# American moving to NL



## avonlulu (Jul 22, 2012)

Hi,
I am moving from Seattle to the NL in October, I have a few questions that hopefully someone here can help with.

I will be working in Rotterdam, are there good places to live around there and what would rent look like for a one or two bedroom apt?

Is a salary of 73000 euros enough to support myself?

Should I bring my motorcycle and jeep from the us, and how hard is it to register a foreign car?

I am assuming thy the weather is similar to Seattle, but wouldn't mind thoughts on that as well

Thank you very much


----------



## Renee236 (Apr 16, 2012)

Hi! 

I don't know Rotterdam very well, so I can't help you on the neighborhoods. I like Delft a lot, it's a smaller, older more picturesque city.

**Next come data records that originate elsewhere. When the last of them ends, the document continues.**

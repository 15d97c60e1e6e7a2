//! The vehicle's parameters prepared for the inner loop: reciprocals, sums
//! and the tyre coefficients with camber and road friction folded in, built
//! once per vehicle (when a simulation starts) instead of once per evaluation.
//!
//! [`Prepared`] holds only numbers derived from a [`Vehicle`]; the stages read
//! it beside the vehicle's own groups. It is rebuilt from the vehicle, never
//! edited: change the vehicle and prepare it again.

use crate::params::{FRONT, REAR, Vehicle};
use crate::tyre::TyreLanes;

/// Per-wheel constants (FL, FR, RL, RR).
#[derive(Debug, Clone, Copy, PartialEq)]
pub struct WheelConstants {
    /// Rolling radius R, m.
    pub radius: [f64; 4],
    /// 1 / wheel spin inertia, 1/(kg·m²).
    pub inv_inertia: [f64; 4],
    /// Rolling-resistance torque per unit load f_r·R, m.
    pub rolling_arm: [f64; 4],
    /// 1 / longitudinal relaxation length, 1/m.
    pub inv_relaxation_longitudinal: [f64; 4],
    /// 1 / lateral relaxation length, 1/m.
    pub inv_relaxation_lateral: [f64; 4],
    /// Wheel position relative to the CG in body axes, x, m.
    pub px: [f64; 4],
    /// Wheel position relative to the CG in body axes, y, m.
    pub py: [f64; 4],
}

/// Body constants.
#[derive(Debug, Clone, Copy, PartialEq)]
pub struct ChassisConstants {
    /// 1 / mass, 1/kg.
    pub inv_mass: f64,
    /// 1 / yaw, roll and pitch inertia, 1/(kg·m²).
    pub inv_yaw_inertia: f64,
    /// See `inv_yaw_inertia`.
    pub inv_roll_inertia: f64,
    /// See `inv_yaw_inertia`.
    pub inv_pitch_inertia: f64,
    /// 1 / wheelbase, 1/m.
    pub inv_wheelbase: f64,
    /// 1 / track [front, rear], 1/m.
    pub inv_track: [f64; 2],
    /// CG height above the roll axis H, m.
    pub roll_arm: f64,
    /// Total roll stiffness KΦ, N·m/rad, and damping CΦ, N·m·s/rad.
    pub roll_stiffness: f64,
    /// See `roll_stiffness`.
    pub roll_damping: f64,
}

/// A vehicle's derived constants for [`evaluate_prepared`](super::evaluate_prepared).
#[derive(Debug, Clone, Copy, PartialEq)]
pub struct Prepared {
    /// The four tyres, one per lane, with camber and road friction folded in.
    pub tyres: TyreLanes,
    /// Per-wheel constants.
    pub wheels: WheelConstants,
    /// Body constants.
    pub chassis: ChassisConstants,
}

impl Prepared {
    /// Derives the constants of `v`. The left wheels take the axle's static
    /// camber as given, the right ones mirrored (tyre axes).
    pub fn new(v: &Vehicle) -> Self {
        let c = &v.chassis;
        let tyre = |i: usize| &v.tyres[i / 2];
        let per_wheel = |f: &dyn Fn(usize) -> f64| -> [f64; 4] { std::array::from_fn(f) };
        let positions = super::wheel_positions(c);
        Self {
            tyres: TyreLanes::new(
                [0, 1, 2, 3].map(|i| &tyre(i).model),
                per_wheel(&|i| {
                    if i % 2 == 0 {
                        tyre(i).camber
                    } else {
                        -tyre(i).camber
                    }
                }),
                v.road.friction,
                [0, 1, 2, 3].map(|i| tyre(i).combined_slip),
            ),
            wheels: WheelConstants {
                radius: per_wheel(&|i| tyre(i).rolling_radius),
                inv_inertia: per_wheel(&|i| 1.0 / tyre(i).wheel_inertia),
                rolling_arm: per_wheel(&|i| tyre(i).rolling_resistance * tyre(i).rolling_radius),
                inv_relaxation_longitudinal: per_wheel(&|i| 1.0 / tyre(i).relaxation_longitudinal),
                inv_relaxation_lateral: per_wheel(&|i| 1.0 / tyre(i).relaxation_lateral),
                px: positions.map(|p| p.0),
                py: positions.map(|p| p.1),
            },
            chassis: ChassisConstants {
                inv_mass: 1.0 / c.mass,
                inv_yaw_inertia: 1.0 / c.yaw_inertia,
                inv_roll_inertia: 1.0 / c.roll_inertia,
                inv_pitch_inertia: 1.0 / c.pitch_inertia,
                inv_wheelbase: 1.0 / c.wheelbase,
                inv_track: [1.0 / c.track[FRONT], 1.0 / c.track[REAR]],
                roll_arm: c.roll_arm(),
                roll_stiffness: c.roll_stiffness[FRONT] + c.roll_stiffness[REAR],
                roll_damping: c.roll_damping[FRONT] + c.roll_damping[REAR],
            },
        }
    }

    /// Checks that every derived constant is finite (a vehicle that passed
    /// its file checks always does; one edited in code may not). Returns the
    /// name of the first that is not.
    pub fn check(&self) -> Result<(), &'static str> {
        let w = &self.wheels;
        let c = &self.chassis;
        let wheels: [(&'static str, &[f64; 4]); 5] = [
            ("wheel inertia", &w.inv_inertia),
            (
                "relaxation length (longitudinal)",
                &w.inv_relaxation_longitudinal,
            ),
            ("relaxation length (lateral)", &w.inv_relaxation_lateral),
            ("rolling radius", &w.radius),
            ("rolling resistance", &w.rolling_arm),
        ];
        for (name, values) in wheels {
            if !values.iter().all(|v| v.is_finite()) {
                return Err(name);
            }
        }
        let body = [
            ("mass", c.inv_mass),
            ("yaw inertia", c.inv_yaw_inertia),
            ("roll inertia", c.inv_roll_inertia),
            ("pitch inertia", c.inv_pitch_inertia),
            ("wheelbase", c.inv_wheelbase),
            ("front track", c.inv_track[FRONT]),
            ("rear track", c.inv_track[REAR]),
        ];
        match body.iter().find(|(_, v)| !v.is_finite()) {
            Some((name, _)) => Err(name),
            None => Ok(()),
        }
    }
}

Most Dutchies rent through the socialized sector which has a very long waiting list, all houses up to 664 euros a month fall in this category. Everything else is called free sector. The expat companies especially will charge you exorbitant amounts.
You could check out this website to give you an idea of normal prices: http://www.funda.nl/huur/rotterdam
Almost all places will allow dogs. 

I think you can import your own car without paying taxes if you're immigrating, this is the Dutch customs site: 
I am moving to the Netherlands and I want to import my removal goods tax-free into the Netherlands

If you choose to do this, realize gas is about $8 a gallon and parking in the cities hardly accommodates a jeep . Other than that, you could live quite comfortably on that salary; it's well above average. 

As for the weather; in the Bible 40 days of rain was called the flood, here it's called summer...

Good luck with all your preparations! Renee


----------



## cschrd2 (Oct 31, 2011)

Import of bike and car are cheap (including the Dutch registration) as long as they are moved with the household goods. Rental free sector estimate between 800-1000€/month in the sub-urban area. Just above 1000€ in the urban area. Rotterdam is not really a great place to live if you like luxury as its coming from a laborer history. It's trying hard to improve the image by building new neighborhoods on the old docks (Koo van Zuid). If you prefer a little more peaceful but acceptable drive check Bergschenhoek and Berkel and Rodentijs next to Rotterdam's Hilligersberg. The south side of Rotterdam is typically more congested in traffic as they have to pass bridges or tunnels to the downtown. Enjoy the Netherlands!


----------



## lear0028 (Jul 28, 2012)

Registering for a car wouldn't be a problem, but your American driver's license would be invalid after 6 months of living in the Netherlands. After that you must take courses and exams, they do offer an English version. Just much better to use public transport as its much more efficient. Or a bike! 

73,000 Euros is more than enough to support a family, but watch out for taxes, much higher in the Netherlands than the U.S.

The weather is very much like Seattle, if you like the rain and humidity the Netherlands is the right place for you.


----------



## Mad Amster (Aug 31, 2012)

Re your bike and car. The Dutch have a tax called BPM. It is a tax no other country has on cars. When you import a car or bike you have to pay the BPM for the vehicle. I dont know if it still is, but it used to be based on the value if you bought it new. That means that if your car is 6 years old and would cost €20K today, you wold pay tax on 20K and not just the 8K or so the car is now worth.

On bpmberekenen dot com you can work out what the bpm on your car will be. It is in Dutch but you can translate the lines using babel fish or another translation tool.


----------



## nicky29 (Nov 15, 2009)

ROtterdam is a big place you might as well live there, or nearby. NS trains (the Dutch railwails) are absolute rubbish and there's always delays. I would not recommend moving far unless you can drive but with your US license you probably can't. UNLESS you got the 30% tax ruling? this enables you to swap your license for a Dutch one. If you are being recruited from abroad ask about this and insist on it, they should give it to you..


----------